### Work to be completed:
Up to and including the line that contains "on one line", repeat each line of the data exactly, starting from the first.

### Data for the task:

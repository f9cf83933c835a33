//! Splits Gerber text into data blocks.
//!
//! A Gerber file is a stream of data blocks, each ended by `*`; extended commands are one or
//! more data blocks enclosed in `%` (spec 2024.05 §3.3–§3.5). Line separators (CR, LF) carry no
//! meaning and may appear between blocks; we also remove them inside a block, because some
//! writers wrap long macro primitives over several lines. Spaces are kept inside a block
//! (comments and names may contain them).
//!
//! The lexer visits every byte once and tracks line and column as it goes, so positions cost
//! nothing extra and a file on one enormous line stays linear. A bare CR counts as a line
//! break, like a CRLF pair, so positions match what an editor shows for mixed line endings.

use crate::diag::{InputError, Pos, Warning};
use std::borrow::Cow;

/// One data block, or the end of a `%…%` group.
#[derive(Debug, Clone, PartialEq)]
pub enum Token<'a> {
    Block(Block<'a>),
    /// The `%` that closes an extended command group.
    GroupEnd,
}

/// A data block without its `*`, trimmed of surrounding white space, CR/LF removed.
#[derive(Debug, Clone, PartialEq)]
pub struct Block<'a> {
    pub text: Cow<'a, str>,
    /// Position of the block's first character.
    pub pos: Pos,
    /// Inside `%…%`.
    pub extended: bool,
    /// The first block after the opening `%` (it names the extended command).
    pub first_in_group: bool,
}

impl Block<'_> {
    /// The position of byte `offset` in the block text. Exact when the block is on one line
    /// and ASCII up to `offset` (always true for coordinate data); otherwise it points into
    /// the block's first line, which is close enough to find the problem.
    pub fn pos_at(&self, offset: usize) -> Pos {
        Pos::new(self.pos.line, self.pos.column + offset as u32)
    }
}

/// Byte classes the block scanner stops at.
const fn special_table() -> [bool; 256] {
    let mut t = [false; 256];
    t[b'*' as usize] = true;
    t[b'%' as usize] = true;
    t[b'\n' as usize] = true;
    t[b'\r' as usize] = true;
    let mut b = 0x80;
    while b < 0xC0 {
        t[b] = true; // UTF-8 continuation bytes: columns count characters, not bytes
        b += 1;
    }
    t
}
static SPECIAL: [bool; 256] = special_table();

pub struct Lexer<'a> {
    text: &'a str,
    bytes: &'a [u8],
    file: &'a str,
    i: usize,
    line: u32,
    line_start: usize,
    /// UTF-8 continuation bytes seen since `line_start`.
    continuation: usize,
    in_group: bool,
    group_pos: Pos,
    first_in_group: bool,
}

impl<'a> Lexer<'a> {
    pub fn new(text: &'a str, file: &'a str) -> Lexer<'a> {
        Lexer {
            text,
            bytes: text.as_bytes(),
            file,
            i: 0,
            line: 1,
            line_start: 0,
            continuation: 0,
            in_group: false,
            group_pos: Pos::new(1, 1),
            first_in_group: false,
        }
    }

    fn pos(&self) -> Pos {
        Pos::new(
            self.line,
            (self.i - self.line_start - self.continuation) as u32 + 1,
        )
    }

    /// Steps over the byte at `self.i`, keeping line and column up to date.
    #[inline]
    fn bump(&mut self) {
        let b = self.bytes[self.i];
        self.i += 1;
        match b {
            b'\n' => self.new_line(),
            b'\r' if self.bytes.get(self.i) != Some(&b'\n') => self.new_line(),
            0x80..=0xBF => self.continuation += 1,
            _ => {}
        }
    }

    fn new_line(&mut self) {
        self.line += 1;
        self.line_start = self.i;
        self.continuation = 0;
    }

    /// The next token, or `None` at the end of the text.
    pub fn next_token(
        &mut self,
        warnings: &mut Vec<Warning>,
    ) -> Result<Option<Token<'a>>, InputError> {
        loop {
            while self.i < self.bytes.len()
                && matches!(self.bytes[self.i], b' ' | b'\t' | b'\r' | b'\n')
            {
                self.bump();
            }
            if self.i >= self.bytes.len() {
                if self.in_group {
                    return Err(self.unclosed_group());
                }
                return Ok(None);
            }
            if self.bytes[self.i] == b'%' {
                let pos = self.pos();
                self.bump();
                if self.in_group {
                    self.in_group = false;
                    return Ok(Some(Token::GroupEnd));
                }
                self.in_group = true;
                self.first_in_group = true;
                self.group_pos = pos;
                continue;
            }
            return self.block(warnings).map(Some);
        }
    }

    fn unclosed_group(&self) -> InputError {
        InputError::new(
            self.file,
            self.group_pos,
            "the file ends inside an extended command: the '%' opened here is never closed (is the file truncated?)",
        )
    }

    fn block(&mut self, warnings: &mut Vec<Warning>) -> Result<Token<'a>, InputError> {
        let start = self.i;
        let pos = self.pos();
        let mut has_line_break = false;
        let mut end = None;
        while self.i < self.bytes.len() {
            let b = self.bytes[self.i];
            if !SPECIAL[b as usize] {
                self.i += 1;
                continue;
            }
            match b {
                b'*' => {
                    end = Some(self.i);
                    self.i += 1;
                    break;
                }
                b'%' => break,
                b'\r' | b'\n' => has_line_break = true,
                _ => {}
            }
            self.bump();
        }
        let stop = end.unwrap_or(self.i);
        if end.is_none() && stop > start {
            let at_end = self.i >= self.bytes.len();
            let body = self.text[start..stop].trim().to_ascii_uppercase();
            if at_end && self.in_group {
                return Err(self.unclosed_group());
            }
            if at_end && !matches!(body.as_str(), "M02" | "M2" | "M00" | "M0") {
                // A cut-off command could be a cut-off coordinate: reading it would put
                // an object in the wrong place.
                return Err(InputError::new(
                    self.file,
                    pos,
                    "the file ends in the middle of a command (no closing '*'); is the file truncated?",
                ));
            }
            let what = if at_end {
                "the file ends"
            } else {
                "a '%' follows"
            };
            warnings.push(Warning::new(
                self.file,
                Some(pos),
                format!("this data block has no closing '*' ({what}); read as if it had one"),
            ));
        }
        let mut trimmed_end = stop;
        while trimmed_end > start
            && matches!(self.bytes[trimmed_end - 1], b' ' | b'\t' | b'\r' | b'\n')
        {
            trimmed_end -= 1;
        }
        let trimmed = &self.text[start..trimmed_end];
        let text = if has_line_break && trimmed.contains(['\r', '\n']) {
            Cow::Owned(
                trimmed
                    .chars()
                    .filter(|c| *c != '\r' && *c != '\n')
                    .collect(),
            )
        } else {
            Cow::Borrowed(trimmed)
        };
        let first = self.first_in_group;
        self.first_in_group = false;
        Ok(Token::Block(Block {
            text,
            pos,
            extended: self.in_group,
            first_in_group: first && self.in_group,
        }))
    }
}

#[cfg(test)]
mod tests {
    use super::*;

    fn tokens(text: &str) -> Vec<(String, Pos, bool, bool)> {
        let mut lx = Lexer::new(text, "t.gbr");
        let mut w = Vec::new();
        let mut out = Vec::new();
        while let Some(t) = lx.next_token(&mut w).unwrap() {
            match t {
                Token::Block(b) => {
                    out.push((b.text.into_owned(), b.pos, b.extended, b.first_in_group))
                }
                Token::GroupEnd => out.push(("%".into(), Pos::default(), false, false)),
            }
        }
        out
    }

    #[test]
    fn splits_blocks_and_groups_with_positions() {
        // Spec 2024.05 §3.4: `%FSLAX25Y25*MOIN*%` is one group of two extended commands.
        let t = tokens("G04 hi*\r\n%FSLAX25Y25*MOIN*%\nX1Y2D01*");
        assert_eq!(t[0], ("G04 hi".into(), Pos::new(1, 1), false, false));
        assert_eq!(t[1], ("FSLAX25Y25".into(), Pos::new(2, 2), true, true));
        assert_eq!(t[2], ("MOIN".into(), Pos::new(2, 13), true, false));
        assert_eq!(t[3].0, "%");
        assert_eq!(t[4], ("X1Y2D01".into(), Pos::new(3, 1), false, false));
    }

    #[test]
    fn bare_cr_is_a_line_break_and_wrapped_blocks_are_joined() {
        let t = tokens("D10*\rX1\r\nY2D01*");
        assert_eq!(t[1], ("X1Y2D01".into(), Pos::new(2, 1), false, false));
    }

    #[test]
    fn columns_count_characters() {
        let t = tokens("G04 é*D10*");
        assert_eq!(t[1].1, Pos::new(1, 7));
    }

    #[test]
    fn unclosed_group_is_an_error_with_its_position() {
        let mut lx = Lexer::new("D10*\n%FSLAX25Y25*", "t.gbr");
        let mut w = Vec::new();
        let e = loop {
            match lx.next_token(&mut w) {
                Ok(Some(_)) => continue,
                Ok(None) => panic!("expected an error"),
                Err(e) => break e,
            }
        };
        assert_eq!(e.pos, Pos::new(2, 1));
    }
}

### Answer section:
repository f9cf83933c835a33
//! Splits Gerber text into data blocks.
//!
//! A Gerber file is a stream of data blocks, each ended by `*`; extended commands are one or
//! more data blocks enclosed in `%` (spec 2024.05 §3.3–§3.5). Line separators (CR, LF) carry no
//! meaning and may appear between blocks; we also remove them inside a block, because some
//! writers wrap long macro primitives over several lines. Spaces are kept inside a block
//! (comments and names may contain them).
//!
//! The lexer visits every byte once and tracks line and column as it goes, so positions cost
//! nothing extra and a file on one enormous line stays linear. A bare CR counts as a line
//! break, like a CRLF pair, so positions match what an editor shows for mixed line endings.

use crate::diag::{InputError, Pos, Warning};
use std::borrow::Cow;

/// One data block, or the end of a `%…%` group.
#[derive(Debug, Clone, PartialEq)]
pub enum Token<'a> {
    Block(Block<'a>),
    /// The `%` that closes an extended command group.
    GroupEnd,
}

/// A data block without its `*`, trimmed of surrounding white space, CR/LF removed.
#[derive(Debug, Clone, PartialEq)]
pub struct Block<'a> {
    pub text: Cow<'a, str>,
    /// Position of the block's first character.
    pub pos: Pos,
    /// Inside `%…%`.
    pub extended: bool,
    /// The first block after the opening `%` (it names the extended command).
    pub first_in_group: bool,
}

impl Block<'_> {
    /// The position of byte `offset` in the block text. Exact when the block is on one line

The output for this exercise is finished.